» What you should do: Each line from the one containing "(operator, ExprKind::Negate(inside)) =>" through the end of the data must be retyped exactly, and no other line.

» Records:

=== Section Start ===

//! Input that is no terminal.

use std::io::Write;
use std::process::{Command, Output, Stdio};

fn piped(arguments: &[&str], input: &[u8]) -> Output {
    let mut child = Command::new(env!("CARGO_BIN_EXE_scalewright"))
        .args(arguments)
        .stdin(Stdio::piped())
        .stdout(Stdio::piped())
        .stderr(Stdio::piped())
        .spawn()
        .unwrap();
    child.stdin.take().unwrap().write_all(input).unwrap();
    child.wait_with_output().unwrap()
}

#[test]
fn answers_and_errors_go_apart() {
    let output = piped(&[], b"scale U = 10 m/s\nU in kt\nV\nU/2\n");
    let out = String::from_utf8(output.stdout).unwrap();
    let err = String::from_utf8(output.stderr).unwrap();
    assert_eq!(out, "  = 19.4 kt, order 1e1 m/s\n  = 5 m/s, order 1e1\n");
    assert!(
        err.starts_with("[unknown-name] Error: nothing declares `V`"),
        "{err}"
    );
    assert!(!err.contains('\u{1b}'));
    assert_eq!(output.status.code(), Some(2));
}

#[test]
fn the_status_is_that_of_the_worst() {
    let output = piped(&["prompt"], b"scale U = 10 m/s\nclaim U > 20 m/s\nU\n");
    assert_eq!(output.status.code(), Some(1));
    let output = piped(&["prompt", "demo.squall_vortex"], b"again\n");
    assert_eq!(output.status.code(), Some(0));
    assert!(
        String::from_utf8(output.stdout)
            .unwrap()
            .contains("8 claims: 8 met")
    );
    let output = piped(&["prompt"], b"scale U = \xff\n");
    assert_eq!(output.status.code(), Some(2));
    let output = piped(&["prompt", "nothing.known"], b"");
    assert_eq!(output.status.code(), Some(2));
    assert_eq!(piped(&[], b"").status.code(), Some(0));
}
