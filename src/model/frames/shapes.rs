//! Scalar, vector or stress: which of them an expression is, and what does not fit.

use crate::limits;
use crate::model::errors::{ModelError, Shape};
use crate::model::frames::build;
use crate::model::names::{self, Call};
use crate::model::{Meaning, Model};
use crate::source::Span;
use crate::syntax::ast::{Expr, ExprKind, Operator};

/// What is known of an expression's shape.
#[derive(Debug, Clone, Copy, PartialEq, Eq)]
pub(super) enum Found {
    /// The number 0, which goes with any shape.
    Any,
    /// This one.
    Known(Shape),
    /// An error was reported.
    Faulty,
}

/// Finds shapes and collects what is wrong with them.
pub(super) struct Shapes<'a> {
    model: &'a Model,
    /// What is wrong.
    pub(super) errors: Vec<ModelError>,
    /// The first place that needs a frame.
    pub(super) frame_needed: Option<Span>,
    depth: usize,
    /// Whether names of equations are meant before all others.
    combines: bool,
}

impl<'a> Shapes<'a> {
    pub(super) fn new(model: &'a Model) -> Shapes<'a> {
        Shapes {
            model,
            errors: Vec::new(),
            frame_needed: None,
            depth: 0,
            combines: false,
        }
    }

    /// The same for what stands behind `from`: names are those of equations first.
    pub(super) fn of_equations(model: &'a Model) -> Shapes<'a> {
        Shapes {
            combines: true,
            ..Shapes::new(model)
        }
    }

    /// The shape of an expression.
    pub(super) fn shape(&mut self, expr: &Expr) -> Found {
        let span = expr.span;
        match &expr.kind {
            ExprKind::Number(_) if build::is_zero(expr) => Found::Any,
            ExprKind::Number(_) | ExprKind::Process { .. } => Found::Known(Shape::Scalar),
            ExprKind::Name(name) => self.name(name),
            ExprKind::Sum(terms) => self.alike(terms.iter().map(|(_, term)| term)),
            ExprKind::Product(factors) => self.product(factors),
            ExprKind::Negate(inside) | ExprKind::Bracket(inside) => self.shape(inside),
            ExprKind::As { expr, .. } => self.shape(expr),
            ExprKind::Power { base, .. } => self.scalar(base),
            ExprKind::Call {
                function,
                arguments,
                ..
            } => self.call(&function.text, arguments, span),
            ExprKind::Derivative { operand, .. } => self.scalar_or_vector(operand),
            ExprKind::Tuple(parts) => self.tuple(parts, span),
            ExprKind::Sized { expr, size } => {
                self.scalar(expr);
                self.scalar(size)
            }
            ExprKind::Error => Found::Faulty,
        }
    }

    /// Checks that both are of one shape, and gives it.
    pub(super) fn same(&mut self, a: (Found, Span), b: (Found, Span)) -> Found {
        match (a.0, b.0) {
            (Found::Faulty, _) | (_, Found::Faulty) => Found::Faulty,
            (Found::Any, found) | (found, Found::Any) => found,
            (Found::Known(one), Found::Known(other)) if one == other => a.0,
            (Found::Known(one), Found::Known(other)) => {
                // The scalar is what is out of place, whichever stands first.
                let (wanted, found, span, because) = if one == Shape::Scalar {
                    (other, one, a.1, b.1)
                } else {
                    (one, other, b.1, a.1)
                };
                self.fault(ModelError::WrongShape {
                    wanted,
                    found,
                    span,
                    because: Some(because),
                })
            }
        }
    }

    /// Checks that an expression is a scalar.
    pub(super) fn scalar(&mut self, expr: &Expr) -> Found {
        self.of_shape(expr, Shape::Scalar)
    }

    fn fault(&mut self, error: ModelError) -> Found {
        self.errors.push(error);
        Found::Faulty
    }

    fn name(&self, name: &str) -> Found {
        if self.combines && self.model.vector_equation(name).is_some() {
            return Found::Known(Shape::Vector);
        }
        if self.combines && self.model.has_equation(name) {
            return Found::Known(Shape::Scalar);
        }
        match self.model.meaning(name, None) {
            Some(Meaning::Vector(id)) => match self.model.vectors[id.0 as usize].shape {
                Some(shape) => Found::Known(shape),
                None => Found::Faulty,
            },
            Some(
                Meaning::Symbol(_) | Meaning::Coordinate(_) | Meaning::Field(_) | Meaning::Group(_),
            )
            | None => Found::Known(Shape::Scalar),
        }
    }

    fn alike<'e>(&mut self, exprs: impl Iterator<Item = &'e Expr>) -> Found {
        let mut settled: Option<(Found, Span)> = None;
        for expr in exprs {
            let next = (self.shape(expr), expr.span);
            settled = Some(match settled {
                None => next,
                Some(known) => match self.same(known, next) {
                    // What is 0 or faulty settles nothing; the rest is still compared.
                    Found::Faulty if known.0 == Found::Faulty => next,
                    Found::Faulty => known,
                    Found::Any => next,
                    Found::Known(_) if known.0 == Found::Any => next,
                    Found::Known(_) => known,
                },
            });
        }
        settled.map_or(Found::Any, |(found, _)| found)
    }

    fn product(&mut self, factors: &[(Operator, Expr)]) -> Found {
        let mut settled = Found::Known(Shape::Scalar);
        for (operator, factor) in factors {
            let found = match operator {
                Operator::Over => self.scalar(factor),
                Operator::Times if settled == Found::Known(Shape::Scalar) => self.shape(factor),
                // A second vector in a product has no meaning.
                Operator::Times => self.scalar(factor),
            };
            match found {
                Found::Faulty => settled = Found::Faulty,
                Found::Known(Shape::Vector | Shape::Stress) => settled = found,
                Found::Known(Shape::Scalar) | Found::Any => {}
            }
        }
        settled
    }

    fn tuple(&mut self, parts: &[Expr], span: Span) -> Found {
        self.frame_needed.get_or_insert(span);
        for part in parts {
            self.scalar(part);
        }
        match parts.len() {
            3 => Found::Known(Shape::Vector),
            6 => Found::Known(Shape::Stress),
            found => self.fault(ModelError::ComponentCount { found, span }),
        }
    }

    fn call(&mut self, function: &str, arguments: &[Expr], span: Span) -> Found {
        match names::call(function, self.model) {
            Call::Vector => self.operation(function, arguments, span),
            Call::Derivative(_) | Call::Material | Call::Mean => match arguments {
                [argument] => self.scalar_or_vector(argument),
                _ => Found::Known(Shape::Scalar),
            },
            Call::Function(_) => {
                for argument in arguments {
                    self.scalar(argument);
                }
                Found::Known(Shape::Scalar)
            }
            Call::Unknown => self.unknown_call(function, arguments, span),
        }
    }

    /// What nothing is known of counts as a scalar of scalars, which is refused where
    /// dimensions are checked; of a vector it is refused here.
    fn unknown_call(&mut self, function: &str, arguments: &[Expr], span: Span) -> Found {
        let mut found = Found::Known(Shape::Scalar);
        for argument in arguments {
            if let Found::Known(Shape::Vector | Shape::Stress) = self.shape(argument) {
                found = Found::Faulty;
            }
        }
        match found {
            Found::Faulty => self.fault(ModelError::NotAFunction {
                name: function.to_owned(),
                span,
                is_declared: self.model.meaning(function, None).is_some(),
                nearest: names::nearest_function(function),
            }),
            Found::Any | Found::Known(_) => found,
        }
    }

    fn operation(&mut self, function: &str, arguments: &[Expr], span: Span) -> Found {
        self.frame_needed.get_or_insert(span);
        let (wanted, word) = match function {
            "cross" | "dot" => (2, "two arguments"),
            _ => (1, "one argument"),
        };
        if arguments.len() != wanted {
            return self.fault(ModelError::ArgumentCount {
                function: function.to_owned(),
                expected: word,
                found: arguments.len(),
                span,
            });
        }
        self.depth += 1;
        let found = if self.depth > limits::VECTOR_NESTING {
            self.fault(ModelError::DeepVectors { span })
        } else {
            self.result(function, arguments)
        };
        self.depth -= 1;
        found
    }

    fn result(&mut self, function: &str, arguments: &[Expr]) -> Found {
        match function {
            "grad" => known(self.scalar(&arguments[0]), Shape::Vector),
            "div" => self.divergence(&arguments[0]),
            "curl" => known(self.vector(&arguments[0]), Shape::Vector),
            "laplacian" => self.scalar_or_vector(&arguments[0]),
            name => {
                let a = self.vector(&arguments[0]);
                let b = self.vector(&arguments[1]);
                let shape = if name == "dot" {
                    Shape::Scalar
                } else {
                    Shape::Vector
                };
                known(known(a, shape).and(b), shape)
            }
        }
    }

    /// The divergence of a vector is a scalar, that of a stress a vector.
    fn divergence(&mut self, argument: &Expr) -> Found {
        match self.shape(argument) {
            Found::Known(Shape::Vector) | Found::Any => Found::Known(Shape::Scalar),
            Found::Known(Shape::Stress) => Found::Known(Shape::Vector),
            Found::Faulty => Found::Faulty,
            Found::Known(Shape::Scalar) => self.fault(ModelError::WrongShape {
                wanted: Shape::Vector,
                found: Shape::Scalar,
                span: argument.span,
                because: None,
            }),
        }
    }

    fn vector(&mut self, expr: &Expr) -> Found {
        self.of_shape(expr, Shape::Vector)
    }

    fn of_shape(&mut self, expr: &Expr, wanted: Shape) -> Found {
        match self.shape(expr) {
            Found::Known(found) if found != wanted => self.fault(ModelError::WrongShape {
                wanted,
                found,
                span: expr.span,
                because: None,
            }),
            found => found,
        }
    }

    fn scalar_or_vector(&mut self, expr: &Expr) -> Found {
        match self.shape(expr) {
            Found::Known(Shape::Stress) => self.fault(ModelError::WrongShape {
                wanted: Shape::Vector,
                found: Shape::Stress,
                span: expr.span,
                because: None,
            }),
            found => found,
        }
    }
}

impl Found {
    /// The other, unless this one is faulty.
    fn and(self, other: Found) -> Found {
        match self {
            Found::Faulty => Found::Faulty,
            Found::Any | Found::Known(_) => other,
        }
    }
}

fn known(argument: Found, shape: Shape) -> Found {
    match argument {
        Found::Faulty => Found::Faulty,
        Found::Any | Found::Known(_) => Found::Known(shape),
    }
}
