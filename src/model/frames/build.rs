//! Bricks for expressions that the program makes: sums and products without needless
//! signs, ones and brackets.

use num_traits::{One, Zero};

use crate::source::Span;
use crate::syntax::ast::{Expr, ExprKind, Number, Operator, Sign};

/// Whether an expression is the plain number 0.
pub(super) fn is_zero(expr: &Expr) -> bool {
    match &expr.kind {
        ExprKind::Number(number) => number.unit.is_none() && number.value.is_zero(),
        ExprKind::Bracket(inside) | ExprKind::Negate(inside) => is_zero(inside),
        _ => false,
    }
}

/// The number 0.
pub(super) fn zero(span: Span) -> Expr {
    whole(0, span)
}

/// A small whole number.
pub(super) fn whole(value: u32, span: Span) -> Expr {
    let number = Number {
        value: num_rational::BigRational::from_integer(value.into()),
        text: value.to_string(),
        unit: None,
    };
    Expr {
        kind: ExprKind::Number(number),
        span,
    }
}

/// The same with the other sign.
pub(super) fn negated(expr: Expr) -> Expr {
    let span = expr.span;
    match expr.kind {
        ExprKind::Negate(inside) => *inside,
        kind => Expr {
            kind: ExprKind::Negate(Box::new(Expr { kind, span })),
            span,
        },
    }
}

/// A sum; none if nothing is left of it. Sums in it lie flat, double signs are worked out.
pub(super) fn sum(terms: Vec<(Sign, Expr)>, span: Span) -> Option<Expr> {
    let mut flat: Vec<(Sign, Expr)> = Vec::with_capacity(terms.len());
    for (sign, term) in terms {
        match term.kind {
            ExprKind::Sum(inner) => {
                flat.extend(inner.into_iter().map(|(own, term)| signed(own, sign, term)));
            }
            kind => flat.push(signed(
                Sign::Plus,
                sign,
                Expr {
                    kind,
                    span: term.span,
                },
            )),
        }
    }
    if flat.is_empty() {
        return None;
    }
    // A leading minus belongs to the first term.
    let (sign, first) = flat.remove(0);
    let first = match sign {
        Sign::Plus => first,
        Sign::Minus => negated(first),
    };
    if flat.is_empty() {
        return Some(first);
    }
    flat.insert(0, (Sign::Plus, first));
    Some(Expr {
        kind: ExprKind::Sum(flat),
        span,
    })
}

fn signed(own: Sign, outer: Sign, term: Expr) -> (Sign, Expr) {
    let sign = if own == outer {
        Sign::Plus
    } else {
        Sign::Minus
    };
    match term.kind {
        ExprKind::Negate(inside) => (other(sign), *inside),
        kind => (
            sign,
            Expr {
                kind,
                span: term.span,
            },
        ),
    }
}

fn other(sign: Sign) -> Sign {
    match sign {
        Sign::Plus => Sign::Minus,
        Sign::Minus => Sign::Plus,
    }
}

/// A product: signs stand before it, products in it lie flat, ones go, two equal names
/// side by side are a square.
pub(super) fn product(factors: Vec<(Operator, Expr)>, span: Span) -> Expr {
    let mut flat = Flat::default();
    for (operator, factor) in factors {
        flat.take(operator, factor);
    }
    let mut factors = flat.factors;
    match factors.first() {
        None => factors.push((Operator::Times, whole(1, span))),
        Some((Operator::Over, _)) => factors.insert(0, (Operator::Times, whole(1, span))),
        Some((Operator::Times, _)) => {}
    }
    let product = match factors.as_slice() {
        [(Operator::Times, single)] => single.clone(),
        _ => Expr {
            kind: ExprKind::Product(factors),
            span,
        },
    };
    if flat.is_negative {
        negated(product)
    } else {
        product
    }
}

#[derive(Default)]
struct Flat {
    factors: Vec<(Operator, Expr)>,
    is_negative: bool,
}

impl Flat {
    fn take(&mut self, operator: Operator, factor: Expr) {
        let span = factor.span;
        match (operator, factor.kind) {
            (operator, ExprKind::Negate(inside)) => {
                self.is_negative = !self.is_negative;
                self.take(operator, *inside);
            }
            (Operator::Times, ExprKind::Product(inner)) => {
                for (operator, factor) in inner {
                    self.take(operator, factor);
                }
            }
            (Operator::Times, ExprKind::Number(number))
                if number.unit.is_none() && number.value.is_one() => {}
            (operator, kind) => self.push(operator, Expr { kind, span }),
        }
    }

    fn push(&mut self, operator: Operator, factor: Expr) {
        if let (Operator::Times, Some((Operator::Times, last))) =
            (operator, self.factors.last_mut())
            && let (ExprKind::Name(a), ExprKind::Name(b)) = (&last.kind, &factor.kind)
            && a == b
        {
            let span = last.span;
            let base = Box::new(factor);
            let exponent = Box::new(whole(2, span));
            last.kind = ExprKind::Power { base, exponent };
            return;
        }
        self.factors.push((operator, factor));
    }
}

=== Section End ===

» Task result:
            (operator, ExprKind::Negate(inside)) => {
                self.is_negative = !self.is_negative;
                self.take(operator, *inside);
            }
            (Operator::Times, ExprKind::Product(inner)) => {
                for (operator, factor) in inner {
                    self.take(operator, factor);
                }
            }
            (Operator::Times, ExprKind::Number(number))
                if number.unit.is_none() && number.value.is_one() => {}
            (operator, kind) => self.push(operator, Expr { kind, span }),
        }
    }

    fn push(&mut self, operator: Operator, factor: Expr) {
        if let (Operator::Times, Some((Operator::Times, last))) =
            (operator, self.factors.last_mut())
            && let (ExprKind::Name(a), ExprKind::Name(b)) = (&last.kind, &factor.kind)
            && a == b
        {
            let span = last.span;
            let base = Box::new(factor);
            let exponent = Box::new(whole(2, span));
            last.kind = ExprKind::Power { base, exponent };
            return;
        }
        self.factors.push((operator, factor));
    }
}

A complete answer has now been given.